Search code examples
pythonip-addresscidr

Quickly locate an IP address within 3 million rows of CIDR formatted IP ranges


I have obtained the IP-based geolocation database, which is of the following format:

1.0.0.0/24,2077456,2077456,,0,0,,-33.4940,143.2104,1000
1.0.1.0/24,1814991,1814991,,0,0,,34.7725,113.7266,50
1.0.2.0/23,1814991,1814991,,0,0,,34.7725,113.7266,50
1.0.4.0/22,2077456,2077456,,0,0,,-33.4940,143.2104,1000
1.0.8.0/21,1814991,1814991,,0,0,,34.7725,113.7266,50
...
223.255.254.0/24,1880252,1880251,,0,0,37,1.3267,103.8869,5
223.255.255.0/24,2077456,2077456,,0,0,,-33.4940,143.2104,1000

There are totally over 3 million rows contained in a CSV file. The first section of each line is CIDR formatted IP range.
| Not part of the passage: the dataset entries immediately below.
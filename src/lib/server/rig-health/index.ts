// Rig health for leads (issue 8): per rig in service, the model bias and dispersion of each
// session over time (reconcile.rigStatistics), drift flags, the age of each approved calibration,
// and an attention status (attention.ts) so one glance tells which rig needs looking at.
import { asc, isNull } from 'drizzle-orm';
import { formatQuantity, type Prefs } from '$lib/format';
import { db } from '../db';
import { projectiles, rigs } from '../db/schema';
import { rigStatistics, type Executor } from '../reconcile';
import { assessRig, LEVEL_LABEL, type RigAttention } from './attention';

export interface SessionHealthLine {
	id: number;
	title: string;
	startedAt: Date;
	projectileId: number;
	projectileName: string;
	shots: number;
	biasPercent: { mean: number; lower: number | null; upper: number | null } | null;
	biasMps: number | null;
	uncalibrated: boolean;
	calibrationIds: number[];
	cepM: number | null;
	/** SD of the measured muzzle speeds (includes any planned change of fill pressure in a sweep). */
	speedSdMps: number | null;
	/** SD of the muzzle-speed residuals: the shot-to-shot scatter about the model, sweeps included. */
	residualSdMps: number | null;
	driftFlagged: boolean;
	/** Residual kinds whose drift test flagged (muzzle speed, downrange speed, impact x/y). */
	driftKinds: string[];
}

export interface RigHealth {
	rig: { id: number; name: string; ratedPressurePa: number };
	attention: RigAttention;
	calibrations: { projectileId: number; projectileName: string; calibrationId: number | null; approvedAt: Date | null; ageDays: number | null }[];
	/** Oldest first. */
	sessions: SessionHealthLine[];
}

const DRIFT_KIND_LABEL: Record<string, string> = {
	muzzleSpeed: 'muzzle speed',
	downrangeSpeed: 'downrange speed',
	impactX: 'impact x',
	impactY: 'impact y'
};

/** Every rig in service, those needing attention first. */
export async function rigHealth(prefs: Prefs, now = new Date(), tx: Executor = db): Promise<RigHealth[]> {
	const [rigRows, projectileRows] = await Promise.all([
		tx.select({ id: rigs.id, name: rigs.name, ratedPressurePa: rigs.ratedPressurePa }).from(rigs).where(isNull(rigs.deletedAt)).orderBy(asc(rigs.name)),
		tx.select({ id: projectiles.id, name: projectiles.name }).from(projectiles)
	]);
	const projectileName = new Map(projectileRows.map((p) => [p.id, p.name]));
	const all = await Promise.all(rigRows.map((rig) => rigStatistics(tx, rig.id, { now })));
	const health = rigRows.map((rig, i): RigHealth => {
		const stats = all[i];
		const sessions: SessionHealthLine[] = stats.sessions.map((s) => ({
			id: s.session.id,
			title: s.session.title,
			startedAt: s.session.startedAt,
			projectileId: s.session.projectileId,
			projectileName: projectileName.get(s.session.projectileId) ?? `Projectile ${s.session.projectileId}`,
			shots: s.counts.shots,
			biasPercent: s.bias.muzzleSpeedPercent,
			biasMps: s.bias.muzzleSpeed.mean,
			uncalibrated: s.predictionsFrom.uncalibrated,
			calibrationIds: s.predictionsFrom.calibrationIds,
			cepM: s.group.cepExact,
			speedSdMps: s.speed.muzzle.sd,
			// SE of the mean is SD/√n (stats/trend.ts meanWithInterval), so SD = SE·√n.
			residualSdMps: s.bias.muzzleSpeed.standardError === null ? null : s.bias.muzzleSpeed.standardError * Math.sqrt(s.bias.muzzleSpeed.n),
			driftFlagged: s.drift.flagged,
			driftKinds: (['muzzleSpeed', 'downrangeSpeed', 'impactX', 'impactY'] as const)
				.filter((k) => s.drift[k].flagged)
				.map((k) => DRIFT_KIND_LABEL[k])
		}));
		const attention = assessRig(
			sessions.map((s) => ({
				projectileId: s.projectileId,
				projectileName: s.projectileName,
				startedAt: s.startedAt,
				biasPercent: s.biasPercent,
				uncalibrated: s.uncalibrated,
				driftFlagged: s.driftFlagged,
				cepM: s.cepM
			})),
			stats.calibrations,
			now,
			(m) => formatQuantity('length', m, prefs, { small: true })
		);
		return { rig, attention, calibrations: stats.calibrations, sessions };
	});
	return health.sort((a, b) => LEVEL_LABEL[a.attention.level].rank - LEVEL_LABEL[b.attention.level].rank || a.rig.name.localeCompare(b.rig.name));
}
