// POST /api/v1/setup-sheet: the setup sheet as JSON, for the setup page's live preview and for
// scripts. Any signed-in user may ask (it reads, it writes nothing). Errors in the API's one
// shape (api.ts): 400 naming the fields, 404 for an unknown plan, rig or projectile, and 422 when
// the sheet is refused (a fill above the rated working pressure, no elevation reaches the aim).
import { prefsFor } from '$lib/format';
import { setupSheetInput } from '$lib/schemas/setup-sheet';
import { apiError, endpoint, ok, parseBody } from '../api';
import { db } from '../db';
import { requireUser } from '../guards';
import { setupSheet } from './index';

export const setupSheetApi = {
	create: endpoint(async (event) => {
		const user = await requireUser(event);
		const input = await parseBody(event.request, setupSheetInput);
		const result = await setupSheet(db, input, prefsFor(user.unitPreferences));
		if (!result.ok) return apiError(422, result.message, [{ path: result.field, message: result.message }]);
		return ok(result.sheet);
	})
};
I need an efficient way to quickly locate a given IP address among these lines. For example, given the IP address 1.0.1.2, I want to quickly locate the second line, so I can then obtain its coordination, which are the rest of data in this row. I wonder if there is any efficient way to do this, instead of inspection each row from the beginning.

The difficulty lies in, for example, the IP range 1.0.2.0/23 includes the IP address 1.0.3.0, so mere string matching will not work very well.


Solution

  • I found a way myself. First to convert the 8-bit sectioned IP address into decimal format, which makes the CIDR formatted IP range into two decimal numbers. Then I used the bisect module to find the range where the IP belongs to.